"""The yield basis as a box and a screen: per-position ranges whose corner conditions are
necessary for a Monte-Carlo yield, and the linearised yield conditions of whole designs, so that
the exact cost-ordered enumerations of networks (``optimizer.solve.networks.network_frontier``)
and of one dual with two discrete parts (``optimizer.solve.mixed``) serve the yield basis with
the corner conditions they use for the worst case.

Why the box is necessary
------------------------
The Monte Carlo (``optimizer.analysis.montecarlo``) passes a build when, at its worst
environment corner, ``|ln x| ≤ Λ`` (``x = c/a``, ``Λ`` from the floor and the amplifier's CMRR
at the worse sign: ``screen.log_balance_limit``) and the gain stays within its window. Fix one
environment vertex and linearise: ``ln x = ln x(μ) + Σᵢ sᵢ·εᵢ + (shared terms)``, where ``μ`` is
every variable at its mean, ``εᵢ`` the log deviation of position ``i``'s own variables from their
mean (independent across the four positions, variance ``σᵢ²``) and ``sᵢ`` the sensitivities of
``ln x``. The sum ``X`` is symmetric and unimodal (a sum of independent symmetric unimodal
variables; the package's shared terms only add variance), so its ``Y``-quantile is at least
``z·σ_X`` with ``z`` from :func:`quantiles` and ``σ_X² ≥ Σ sᵢ²σᵢ²``. A yield ``Y`` therefore
needs ``ln x(μ) + z·√(Σ sᵢ²σᵢ²) ≤ Λ`` (and the mirror condition). By Cauchy–Schwarz over the
four positions, ``Σ |sᵢ|·σᵢ ≤ 2·√(Σ sᵢ²σᵢ²)``, so with ``κ = z/2`` the largest ``ln x`` over
the box ``ln Rᵢ ∈ ln μᵢ ± κσᵢ`` — to first order ``ln x(μ) + κ·Σ |sᵢ|σᵢ`` — is at most ``Λ``:
every design that meets the yield passes the worst-case corner screen on this box. The same
holds for the gain window (its log sensitivities in place of ``sᵢ``).

The design screen
-----------------
The box is only a first cut (Cauchy–Schwarz loses up to a factor 2). Before its Monte Carlo,
each candidate design — in the one-dual search each electrical design, with every part
variant of it — meets the conditions themselves (:class:`DesignScreen`,
:func:`balance_conditions`): ``|m| + z·σ_X ≤ Λ`` at each vertex, with ``m = ln x(μ)`` and
``σ_X`` from the four positions' own spreads and exact sensitivities; and, since a passing
build has ``−Λ ≤ ln x ≤ Λ`` at every vertex at once, for normal parts the two tails together
hold at most ``1 − Y``: the normal tail ``Q`` is convex on the positive axis, so
``Q(α) + Q(β) ≥ 2·Q((α + β)/2)`` gives ``(m_max − m_min)/2 + z₂·σ_X ≤ Λ`` with
``z₂ = Φ⁻¹((1 + Y)/2)`` (as ``solve.model`` does; the variation taken as common to the
vertices, which the impedances move only by their ratio to the resistances).

Margins: the yield is taken :data:`SAMPLING_SIGMAS` standard errors of the Monte Carlo's
estimate below the target (a design whose true yield is that low can still pass the sampled
check); :data:`YIELD_SLACK` narrows the box's ``κ`` against the first-order step, and the
screen narrows its quantiles by :func:`first_order_slack` of the design's widest part.

What the box holds
------------------
* A network element: its own ratio tolerance, tracking tempco over the largest excursion from
  25 °C and ratio drift (half the pair figures, symmetric in both drift models:
  ``analysis.variation``), each with the variance of its distribution (``options.variance``).
  The package's shared factor sits at its mean (its variance is left out: a lower bound),
  ``1 + D/2`` for a one-sided package drift ``D``, else 1.
* A discrete part: tolerance and tempco over the largest excursion, each with the variance of
  its distribution; the symmetric drift likewise. A one-sided drift on ``[0, D]`` is partly
  shared by parts of one kind (``analysis.variation``), so its variance is left out (a lower
  bound) and the box is centred at its mean ``1 + D/2``.

Ratings keep the true ranges.

Measured on the ADC driver example: one dual with two discrete parts alone, CP-SAT ended at the
30 s limit with its best design unproven; the enumeration with the box alone found nothing in
30 s (about 90,000 candidates near the yield, each a Monte Carlo); with the design screen it
proves the same cheapest design in about 2.5 s. Four discrete parts stay with the CP-SAT search
on the yield basis: the four-discrete enumeration's half records on the box are too many (with
the design screen it still found nothing in 30 s; a tighter form per half of the bridge reached
the CP-SAT optimum in 28 s against CP-SAT's 26 s). Same-lot tracking correlates parts the box
treats as independent, and a yield of one half or less has no positive quantile: those cases
also stay with CP-SAT.
"""

from __future__ import annotations

import math

import numpy as np
from numpy.typing import NDArray

from ..design import Design
from ..parts import DiscretePart, NetworkPart
from ..spec import CmrrBasis, Distribution, DriftModel, Spec
from .environment import LinearEnvironment, life_drift
from .options import variance, yield_quantile, z_score

__all__ = [
    "SAMPLING_SIGMAS",
    "YIELD_SLACK",
    "DesignScreen",
    "balance_conditions",
    "box_factor",
    "element_box",
    "element_spread",
    "first_order_slack",
    "lowered_yield",
    "package_centre",
    "part_box",
    "part_spread",
    "quantiles",
    "serves",
    "two_sided_quantile",
]

Array = NDArray[np.float64]

#: Relative narrowing of the box's quantile (module docstring): the first-order step.
YIELD_SLACK = 0.05
#: Standard errors ``√(Y(1 − Y)/N)`` of the Monte Carlo's yield estimate (``N`` builds) that the
#: yield is lowered by before its quantile is taken.
SAMPLING_SIGMAS = 4.0


def serves(spec: Spec) -> bool:
    """Whether the box applies to ``spec``: the yield basis, no same-lot tracking, a yield above
    one half (the box argument needs the quantile to be positive)."""
    req = spec.requirements
    return (
        req.cmrr_basis is CmrrBasis.YIELD
        and not spec.preferences.same_lot_tracking
        and req.yield_target > 0.5
    )


def lowered_yield(spec: Spec) -> float:
    """``Y' = Y − SAMPLING_SIGMAS·√(Y(1 − Y)/N)`` (a fraction; ``N`` Monte Carlo builds), at
    least just above one half: the least true yield that can still pass the sampled check."""
    y = spec.requirements.yield_target
    spread = SAMPLING_SIGMAS * math.sqrt(y * (1.0 - y) / spec.preferences.samples)
    return max(y - spread, 0.5 + 1e-9)


def quantiles(spec: Spec) -> float | None:
    """``z`` of the module docstring (dimensionless) at :func:`lowered_yield`:
    ``options.yield_quantile`` (``Φ⁻¹(Y')``, for uniform parts at most ``(2Y' − 1)·√3``).
    None on the worst-case basis."""
    if spec.requirements.cmrr_basis is not CmrrBasis.YIELD:
        return None
    return yield_quantile(lowered_yield(spec), spec.preferences.distribution)


def two_sided_quantile(spec: Spec) -> float:
    """``z₂ = Φ⁻¹((1 + Y')/2)`` at :func:`lowered_yield` for normal parts; 0 for uniform parts
    (no two-sided bound is used for them) and on the worst-case basis."""
    req, prefs = spec.requirements, spec.preferences
    if req.cmrr_basis is not CmrrBasis.YIELD or prefs.distribution is Distribution.UNIFORM:
        return 0.0
    return z_score((1.0 + lowered_yield(spec)) / 2.0)


def box_factor(spec: Spec) -> float | None:
    """The box's ``κ = (z/2)·(1 − YIELD_SLACK)`` (dimensionless: half-width per standard
    deviation), ``z`` from :func:`quantiles`; None on the worst-case basis (no box)."""
    z = quantiles(spec)
    return None if z is None else z / 2.0 * (1.0 - YIELD_SLACK)


def part_spread(tolerance: Array, swing: Array, drift: Array, spec: Spec) -> tuple[Array, Array]:
    """``(μ, σ)`` of discrete parts' resistance factors: ``σ² = var(tolerance) + var(swing)
    [+ var(drift), symmetric drift]`` (fractions; ``swing`` = tempco times the largest
    excursion from 25 °C, K) by the spec's distribution (``options.variance``), and ``μ = 1``,
    or ``1 + D/2`` for a one-sided drift ``D``."""
    prefs = spec.preferences
    one_sided = spec.requirements.drift_model is DriftModel.ONE_SIDED
    parts = (tolerance, swing) if one_sided else (tolerance, swing, drift)
    sigma = np.sqrt(variance(prefs.distribution, prefs.sigma_k, *parts))
    centre = 1.0 + drift / 2.0 if one_sided else np.ones_like(sigma)
    return centre, sigma


def part_box(centre: Array, sigma: Array, kappa: float) -> tuple[Array, Array]:
    """Factor bounds ``(μ·exp(−κσ), μ·exp(κσ))`` of discrete parts on the box."""
    return centre * np.exp(-kappa * sigma), centre * np.exp(kappa * sigma)


def element_spread(network: NetworkPart, spec: Spec, env: LinearEnvironment) -> float:
    """``σ`` of one network element's own log factor: the root of the summed variances of half
    the ratio tolerance, half the tracking tempco times the largest excursion from 25 °C and
    half the ratio drift over the life (fractions; ``analysis.variation``), by the spec's
    distribution (``options.variance``)."""
    prefs = spec.preferences
    own = (
        network.ratio_tolerance / 2.0,
        network.tracking_tempco_per_k / 2.0 * env.delta_t_k,
        float(life_drift(network.ratio_drift_1000h, env.life_h)) / 2.0,
    )
    return math.sqrt(float(variance(prefs.distribution, prefs.sigma_k, *own)))


def element_box(
    network: NetworkPart, spec: Spec, env: LinearEnvironment, kappa: float
) -> tuple[float, float]:
    """Factor bounds ``(exp(−κσ), exp(κσ))`` of one network element's own variables on the
    box, ``σ`` from :func:`element_spread`."""
    sigma = element_spread(network, spec, env)
    return math.exp(-kappa * sigma), math.exp(kappa * sigma)


def package_centre(network: NetworkPart, spec: Spec, env: LinearEnvironment) -> float:
    """The mean of a package's shared factor: ``1 + D/2`` for a one-sided package drift ``D``
    over the life, else 1 (the shared tolerance and tempco are symmetric)."""
    if spec.requirements.drift_model is DriftModel.ONE_SIDED:
        return 1.0 + float(life_drift(network.drift_1000h, env.life_h)) / 2.0
    return 1.0


def first_order_slack(sigma: float) -> float:
    """The relative narrowing ``0.01 + 2·σ_max`` of the quantiles for a design whose parts'
    largest log-factor spread is ``σ_max``: the second-order terms of ``ln x`` in the parts'
    log deviations (Hessian entries at most 1/4 per pair) are of order ``σ`` relative to the
    first-order spread."""
    return 0.01 + 2.0 * sigma


def balance_conditions(
    r: Array, sigma: Array, vertices: Array, balance: float, z: float, z_two: float
) -> bool:
    """The linearised CMRR conditions of a yield for one design (module docstring): at each
    vertex ``(Rs1, Rs3, Rref)`` (rows of ``vertices``, ohms), with ``c = R2/(R1' + R2)``,
    ``a = R4'/(R3' + R4')`` at the mean resistances ``r`` (ohms, R1..R4), ``m = ln(c/a)`` and
    ``σ_X² = Σ sᵢ²σᵢ²`` with the log sensitivities ``s = (−(1−c)·R1/R1', 1−c, (1−a)·R3/R3',
    −(1−a)·R4/R4')`` (differentiation of ``ln c − ln a``): ``|m| + z·σ_X ≤ Λ`` and
    ``z₂·σ_X ≤ Λ`` at each vertex, and ``(m_max − m_min)/2 + z₂·min σ_X ≤ Λ`` across them (the
    two tails at once; ``z₂ = 0`` skips both). ``Λ = balance`` (log units); ``z``, ``z₂`` as
    narrowed by the caller."""
    r1, r2, r3, r4 = (float(x) for x in r)
    rs1, rs3, rref = vertices[:, 0], vertices[:, 1], vertices[:, 2]
    r1e, r3e, r4e = r1 + rs1, r3 + rs3, r4 + rref
    c = r2 / (r1e + r2)
    a = r4e / (r3e + r4e)
    m = np.log(c / a)
    s1 = (1.0 - c) * r1 / r1e
    s2 = 1.0 - c
    s3 = (1.0 - a) * r3 / r3e
    s4 = (1.0 - a) * r4 / r4e
    spread = np.sqrt(
        (s1 * sigma[0]) ** 2 + (s2 * sigma[1]) ** 2 + (s3 * sigma[2]) ** 2 + (s4 * sigma[3]) ** 2
    )
    if np.any(np.abs(m) + z * spread > balance) or np.any(z_two * spread > balance):
        return False
    swing = (float(m.max()) - float(m.min())) / 2.0
    return swing + z_two * float(spread.min()) <= balance


class DesignScreen:
    """The linearised yield conditions of :func:`balance_conditions` for whole designs, before
    their Monte Carlo: each position's mean resistance and own spread (``part_spread`` for a
    discrete part; for a network element half its pair figures, at its package's mean), the
    quantiles narrowed by :func:`first_order_slack` of the design's widest part. ``balance``:
    ``Λ`` of the spec (``screen.log_balance_limit``)."""

    def __init__(self, spec: Spec, env: LinearEnvironment, balance: float) -> None:
        z = quantiles(spec)
        self._spec = spec
        self._env = env
        self._z = 0.0 if z is None else z
        self._z_two = two_sided_quantile(spec)
        self._balance = balance
        self._known: dict[tuple[DiscretePart | NetworkPart, int | None], tuple[float, float]] = {}

    def position(
        self, part: DiscretePart | NetworkPart, element: int | None
    ) -> tuple[float, float]:
        """``(mean resistance, σ)`` of a position, worked out once per part and element."""
        key = (part, element)
        known = self._known.get(key)
        if known is None:
            known = self._known[key] = self._spread_of(part, element)
        return known

    def _spread_of(
        self, part: DiscretePart | NetworkPart, element: int | None
    ) -> tuple[float, float]:
        spec, env = self._spec, self._env
        if isinstance(part, DiscretePart):
            drift = np.array([float(life_drift(part.drift_1000h, env.life_h))])
            centre, sigma = part_spread(
                np.array([part.tolerance]),
                np.array([part.tempco_per_k * env.delta_t_k]),
                drift,
                spec,
            )
            return part.resistance_ohm * float(centre[0]), float(sigma[0])
        value = part.values_ohm[element if element is not None else 0]
        return value * package_centre(part, spec, env), element_spread(part, spec, env)

    def passes(self, design: Design) -> bool:
        """False only when the design cannot meet the yield (the Monte Carlo would fail it)."""
        placed = [self.position(p.part, p.element) for p in design.placements]
        return self.passes_values(
            np.array([p[0] for p in placed]), np.array([p[1] for p in placed])
        )

    def passes_values(self, r: Array, sigma: Array) -> bool:
        """:meth:`passes` for mean resistances ``r`` (ohms) and spreads ``sigma`` at R1..R4."""
        narrow = 1.0 - first_order_slack(float(sigma.max()))
        return balance_conditions(
            r, sigma, self._env.vertices, self._balance, self._z * narrow, self._z_two * narrow
        )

::::

## HOW TO COMPLETE THIS TASK
Only one stretch is wanted, so please give again exactly the lines from the start of the data through the line containing "the amplifier's CMRR", both ends included.

## EXERCISE ANSWER
"""The yield basis as a box and a screen: per-position ranges whose corner conditions are
necessary for a Monte-Carlo yield, and the linearised yield conditions of whole designs, so that
the exact cost-ordered enumerations of networks (``optimizer.solve.networks.network_frontier``)
and of one dual with two discrete parts (``optimizer.solve.mixed``) serve the yield basis with
the corner conditions they use for the worst case.

Why the box is necessary
------------------------
The Monte Carlo (``optimizer.analysis.montecarlo``) passes a build when, at its worst
environment corner, ``|ln x| ≤ Λ`` (``x = c/a``, ``Λ`` from the floor and the amplifier's CMRR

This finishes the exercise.